Trump’s remarks on annexing Canada draw harsh criticism from former PM

President-elect Donald Trump’s comment suggesting that Canada should become the 51st state was met with criticism and a patriotic response from a former Canadian prime minister, who described the incoming U.S. leader’s remarks as “unprecedented threats” to Canada’s sovereignty.
Jean Chrétien, who was Canada’s prime minister from 1993 to 2003, joined a chorus of officials from the northern U.S. neighbour who say Trump’s remarks are no longer a joke and may undermine America’s closest ally.
Canada would never agree to become part of the United States, Chrétien wrote in an article published in The Globe and Mail newspaper, adding that Trump’s statements amounted to “totally unacceptable insults and unprecedented threats” to Canadian sovereignty.
“To Donald Trump, from one old guy to another, give your head a shake!” Chrétien said. “What could make you think that Canadians would ever give up the best country in the world—and make no mistake, that is what we are—to join the United States?
Trump has tossed expansionist rhetoric not just at Canada but also at other U.S. allies, with arguments that the frontiers of American power need to be extended to the Danish territory of Greenland, and southward to include the Panama Canal.
And while many European leaders have been measured in their response, Canadians have not held back.
“If you think that threatening and insulting us is going to win us over, you really don’t know a thing about us,” Chrétien wrote in the article. “We may look easygoing, mild-mannered.

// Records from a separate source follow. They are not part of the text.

def _measure_beam(image: LinearImage, mapping, distance_m: float, f_u: float, name: str, *,
                  assume_square: bool, target_based: bool) -> _Measured:
    """Beam axis -> intensity map -> shape, then the light's tilt: a cone fitted to the spill edge,
    re-fitted on the re-mapped edge, and applied to the map if significant."""
    warnings = []
    axis = find_beam_axis(image.luminance, mapping, image.bin_factor, name=name)
    if axis.ellipse_axes_mm is None:
        warnings.append("the spill edge is not visible enough to centre on; the beam axis is the hotspot centre")
    beam = _beam_map(image, mapping, axis.centre_mm, distance_m)
    shape_ = measure_shape(beam)
    pose = None
    if assume_square is False and shape_.edge.complete and shape_.edge.sharp_fraction >= TILT_MIN_SHARP_FRACTION:
        edge = shape_.edge
        pts = edge_to_wall(edge.theta, edge.phi, axis.centre_mm, None, distance_m)
        peak_mm = tuple(edge_to_wall(np.array([shape_.peak.theta]), np.array([shape_.peak.phi]), axis.centre_mm,
                                     None, distance_m)[0])
        # a square pinhole view scales both wall axes alike; a homography from a target may not
        aniso = mapping.scale_uncertainty if target_based else 0.0
        pose = fit_light_pose(pts, distance_m, axis.centre_mm, peak_mm, anisotropy=aniso)
        rebuilt = False
        for _ in range(2):
            if pose is None or not pose.significant:
                break
            rebuilt = True
            beam = _beam_map(image, mapping, pose.foot_mm, distance_m, axis_dir=pose.axis)
            shape_ = measure_shape(beam)
            if not shape_.edge.complete:
                break
            pts = edge_to_wall(shape_.edge.theta, shape_.edge.phi, pose.foot_mm, pose.axis, distance_m)
            peak_mm = tuple(edge_to_wall(np.array([shape_.peak.theta]), np.array([shape_.peak.phi]), pose.foot_mm,
                                         pose.axis, distance_m)[0])
            pose = fit_light_pose(pts, distance_m, tuple(np.mean(pts, axis=0)), peak_mm, anisotropy=aniso)
        if pose is not None and pose.significant:
            beam = _beam_map(image, mapping, pose.foot_mm, distance_m, axis_dir=pose.axis)
            shape_ = measure_shape(beam)
        elif rebuilt:
            beam = _beam_map(image, mapping, axis.centre_mm, distance_m)
            shape_ = measure_shape(beam)
        if pose is not None and pose.significant and pose.tilt_deg > TILT_WARN_DEG:
            warnings.append(f"the light is tilted {pose.tilt_deg:.1f} deg against the wall's normal; the "
                            "figures are corrected for it, but aim the light square to the wall for best results")
    applied = pose is not None and pose.significant
    return _Measured(axis, beam, shape_, pose, warnings, image, mapping, distance_m,
                     tuple(pose.foot_mm) if applied else tuple(axis.centre_mm), pose.axis if applied else None)
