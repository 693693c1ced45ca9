"""Exposure and sensitivity relations between scene luminance and camera signal.

References
----------
- ISO 2720:1974 reflected-light meter equation ``N^2 / t = L S / K``, so
  ``L = K N^2 / (t S)``; K = 12.5 is a common calibration constant.
- ISO 12232:2006 focal-plane exposure ``H = q L t / N^2`` with
  ``q = (pi/4) T f_v cos^4(theta)``; T = 0.9, f_v = 0.98, theta = 10 deg give q = 0.651575.
  Saturation-based speed ``S_sat = 78 / H_sat``: a linear value normalised to 1 at clipping
  corresponds to ``H = 78 / S``, hence ``L = v * 78 N^2 / (q S t)``.
"""

from __future__ import annotations

import numpy as np

__all__ = [
    "REFLECTED_METER_CONSTANT_K",
    "ISO12232_SATURATION_CONSTANT",
    "q_factor",
    "luminance_at_clip",
]

#: Reflected-light meter calibration constant K (cd s / m^2), common value (ISO 2720 range 10.6-13.4).
REFLECTED_METER_CONSTANT_K = 12.5
#: ISO 12232 saturation-based speed constant (lx s): S_sat = 78 / H_sat.
ISO12232_SATURATION_CONSTANT = 78.0


def q_factor(transmission=0.9, vignetting=0.98, angle_deg=10.0):
    """ISO 12232 lens factor ``q = (pi/4) T f_v cos^4(theta)``.

    >>> round(q_factor(), 6)
    0.651575
    """
    return float(np.pi / 4.0 * transmission * vignetting * np.cos(np.radians(angle_deg)) ** 4)


def luminance_at_clip(f_number, exposure_time_s, iso, q=None):
    """Scene luminance (cd/m^2) that just clips a camera of saturation-based speed ``iso``.

    ``L_clip = 78 N^2 / (q S t)``; f/8, 1/250 s, ISO 400 give about 4788 cd/m^2.
    """
    q = q_factor() if q is None else q
    return ISO12232_SATURATION_CONSTANT * f_number**2 / (q * iso * exposure_time_s)
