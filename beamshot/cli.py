"""Command line: parse options, call the library, print, exit codes.

Exit codes (also in the README): 0 done; 1 a comparison found a real difference (``far-field``),
or a figure failed its specification (``qa``); 4 ``qa`` could not decide every figure (undecided or
not measured; docs/spec.md); 2 an input problem: one line on stderr naming the problem and the fix,
no traceback (click's own usage errors too, in at most three lines); 3 an internal error: a
one-line apology on stderr naming the log file that holds the traceback; 130 interrupted (Ctrl-C);
143 terminated (SIGTERM) while the output set was being written.

Only click and small modules of our own are imported at start-up: numpy, OpenCV and the analysis
are imported inside the commands (matplotlib and SciPy only where a command draws with or fits by
them), so ``beamshot --help`` is quick.
"""

from __future__ import annotations

import functools
import os
import sys
import time

import click

from . import __version__
from .errors import BeamshotError
from .vocabulary import label, term

__all__ = ["main", "cli", "EXIT_OK", "EXIT_DIFFERENCE", "EXIT_INPUT", "EXIT_INTERNAL", "EXIT_INTERRUPTED",
           "EXIT_TERMINATED", "crash_log_dir"]

EXIT_OK = 0
EXIT_DIFFERENCE = 1
EXIT_INPUT = 2
EXIT_INTERNAL = 3
EXIT_INTERRUPTED = 130
EXIT_TERMINATED = 143

#: International foot and yard (NIST SP 811, appendix B): 1 ft = 0.3048 m, 1 yd = 0.9144 m.
M_PER_FT = 0.3048
M_PER_YD = 0.9144


def crash_log_dir() -> str:
    """Folder for internal-error logs: ``$XDG_CACHE_HOME/beamshot/logs`` (default ``~/.cache``)."""
    base = os.environ.get("XDG_CACHE_HOME") or os.path.join(os.path.expanduser("~"), ".cache")
    return os.path.join(base, "beamshot", "logs")


def _write_crash_log(exc: BaseException, argv) -> str | None:
    """Write the traceback of an internal error to a time-stamped file; returns its path (None if
    neither the cache folder nor the system temp folder can be written)."""
    import tempfile
    import traceback

    stamp = time.strftime("%Y%m%d-%H%M%S")
    name = f"crash-{stamp}-{os.getpid()}.log"
    text = (f"beamshot {__version__}, Python {sys.version.split()[0]}, {sys.platform}\n"
            f"command: beamshot {' '.join(str(a) for a in argv)}\n\n"
            + "".join(traceback.format_exception(type(exc), exc, exc.__traceback__)))
    for folder in (crash_log_dir(), tempfile.gettempdir()):
        try:
            os.makedirs(folder, exist_ok=True)
            path = os.path.join(folder, name)
            # arguments from a file system with non-UTF-8 names hold lone surrogates: escaped, not fatal
            with open(path, "w", encoding="utf-8", errors="backslashreplace") as fh:
                fh.write(text)
            return path
        except OSError:
            continue
    return None


def _one_line(text: str) -> str:
    return " ".join(str(text).split())


def _error(message: str) -> None:
    click.echo(f"beamshot: error: {_one_line(message)}", err=True)


#: Notes about old spellings, printed when the command ends without an input problem (an exit 2
#: is exactly one line: the error).
_NOTES: list[str] = []


def _note(message: str) -> None:
    _NOTES.append(f"note: {_one_line(message)}")


def _flush_notes(show: bool) -> None:
    if show:
        for line in _NOTES:
            click.echo(line, err=True)
    _NOTES.clear()


def _fail(message: str):
    """An input problem: exit 2 with ``message`` (one line naming the fix)."""
    raise BeamshotError(message)


class _Option(click.Option):
    """An option whose ``show_default`` text is printed as ``[default: text]`` like every other
    default (click puts a string default in parentheses)."""

    def get_help_extra(self, ctx):
        extra = super().get_help_extra(ctx)
        if isinstance(self.show_default, str):
            extra["default"] = self.show_default
        return extra


option = functools.partial(click.option, cls=_Option)


def _defaulted(ctx, name: str) -> bool:
    """Whether a parameter kept its default (so the library's own default applies)."""
    from click.core import ParameterSource

    return ctx.get_parameter_source(name) in (ParameterSource.DEFAULT, None)


class _Command(click.Command):
    """A command whose unknown-option message suggests the options that start with what was typed
    (``--lux-a`` -> ``--lux-at``), before click's spelling-based guesses."""

    def parse_args(self, ctx, args):
        try:
            return super().parse_args(ctx, args)
        except click.NoSuchOption as exc:
            names = sorted({n for p in self.get_params(ctx) for n in (*p.opts, *p.secondary_opts)
                            if n.startswith("--") and not getattr(p, "hidden", False)})
            starting = [n for n in names if n.startswith(exc.option_name)]
            if starting:
                exc.possibilities = starting
            raise


class _Group(click.Group):
    """The command group; its ``main`` wraps the whole dispatch so that nothing escapes as a
    traceback and every exit code means one thing (see the module docstring)."""

    command_class = _Command
    group_class = type

    def main(self, args=None, prog_name=None, complete_var=None, standalone_mode=True, **extra):
        argv = list(sys.argv[1:] if args is None else args)
        try:
            rv = super().main(argv, prog_name or "beamshot", complete_var, standalone_mode=False, **extra)
            code = rv if isinstance(rv, int) and not isinstance(rv, bool) else EXIT_OK
        except click.exceptions.NoArgsIsHelpError as exc:
            exc.show()
            code = exc.exit_code
        except click.UsageError as exc:
            _show_usage_error(exc)
            code = exc.exit_code
        except click.ClickException as exc:
            _error(exc.format_message())
            code = exc.exit_code
        except (click.Abort, KeyboardInterrupt):
            code = EXIT_INTERRUPTED
        except BeamshotError as exc:
            _error(str(exc))
            code = EXIT_INPUT
        except SystemExit:
            raise
        except Exception as exc:  # noqa: BLE001 - an internal error: apologise, keep the traceback in a log
            path = _write_crash_log(exc, argv)
            where = f"the details are in {path}" if path else \
                f"no log could be written ({type(exc).__name__}: {_one_line(exc)})"
            click.echo(f"beamshot: internal error - sorry, this is a fault in beamshot, not in your input; {where}; "
                       "please include that file when you report it", err=True)
            code = EXIT_INTERNAL
        except BaseException as exc:
            from .report.output import Terminated

            if not isinstance(exc, Terminated):
                raise
            code = EXIT_TERMINATED
        _flush_notes(code != EXIT_INPUT)
        if not standalone_mode:
            return code
        sys.exit(code)


def _show_usage_error(exc: click.UsageError) -> None:
    """Click's usage error as one line: the error and where the help is."""
    ctx = exc.ctx
    where = f" (see '{ctx.command_path} --help')" if ctx is not None else ""
    _error(exc.format_message() + where)


def _print_figures(report, *, units: str = "metric") -> None:
    click.echo(f"  {'figure':26s} measured (± standard uncertainty)")
    for key, fig in report.figures.items():
        extra = ""
        if units == "imperial" and key == "beam_distance" and fig.value is not None:
            extra = "  (" + _imperial(fig.value, fig.uncertainty) + ")"
        click.echo(f"  {label(key, indent=True):26s} {fig.text(3)}{extra}")
    _print_shape(report)
    for w in report.warnings:
        click.echo(f"  ! {w}")


def _print_shape(report) -> None:
    """The beam shape and artefact figures that have a value (docs/artefacts.md); rings listed."""
    shape = getattr(report, "shape_figures", None) or {}
    shown = {k: f for k, f in shape.items() if f.value is not None}
    if not shown:
        return
    click.echo(f"  {'beam shape and artefacts':26s} (bounds: not distinguishable from noise)")
    for key, fig in shown.items():
        text = f"{fig.value:.0f}" if key == "ring_count" else fig.text(3)
        click.echo(f"  {'  ' + label(key):36s} {text}")
    rings = shape.get("ring_score")
    if rings is not None and "rings found: " in rings.method:
        click.echo("      rings: " + rings.method.split("rings found: ", 1)[1].split("; ring score")[0])


def _imperial(value_m: float, u_m: float | None = None) -> str:
    """A distance in feet and yards, rounded as the metric value is (GUM 7.2.6 via the figure's rule).

    >>> _imperial(100.0)
    '328 ft, 109 yd'
    """
    from .figure import _number, value_with_uncertainty

    parts = []
    for per, unit in ((M_PER_FT, "ft"), (M_PER_YD, "yd")):
        if u_m:
            v, u = value_with_uncertainty(value_m / per, u_m / per)
            parts.append(f"{v} ± {u} {unit}")
        else:
            parts.append(f"{_number(value_m / per, 3)} {unit}")
    return ", ".join(parts)


def _meter_accuracy_fraction(value: float, option: str) -> float:
    """``--meter-accuracy`` in percent (the maker's ±, used as one standard uncertainty); a value
    below 1 is the old fraction spelling, read as such with a note."""
    if value != value or value <= 0:
        _fail(f"{option} takes the meter's specified accuracy in percent, e.g. {option} 5 for ±5 %")
    if value < 1:
        _note(f"{option} {value:g} is read as a fraction ({100 * value:g} %), the old spelling kept for one "
              f"release; give percent, e.g. {option} {100 * value:g}")
        return value
    if value > 50:
        _fail(f"{option} {value:g} % is not a lux meter's accuracy; give the maker's ± in percent, e.g. 5")
    return value / 100.0


def _pixel_pair(text: str, option: str) -> tuple[float, float]:
    try:
        xy = tuple(float(v) for v in text.split(","))
        if len(xy) != 2 or not all(abs(v) < 1e9 for v in xy):
            raise ValueError
    except ValueError:
        _fail(f"{option} takes X,Y in pixels of the photo (x right, y down), e.g. {option} 2016,1512")
    return xy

But make no mistake, we have spine and toughness.”
The U.S. imports approximately 60% of its crude oil from Canada, which is also the top export destination for 36 U.S. states. Nearly $3.6 billion Canadian ($2.7 billion) worth of goods and services cross the border each day.
Canadian officials have been talking to incoming Trump administration officials about increasing border security in an effort to avoid a sweeping 25% tariff that Trump has threatened to impose on all Canadian products.
When Trump imposed higher tariffs during his first term in office, other countries responded with retaliatory tariffs of their own. Canada announced billions of new duties in 2018 against the U.S. in a tit-for-tat response to new taxes on Canadian steel and aluminium.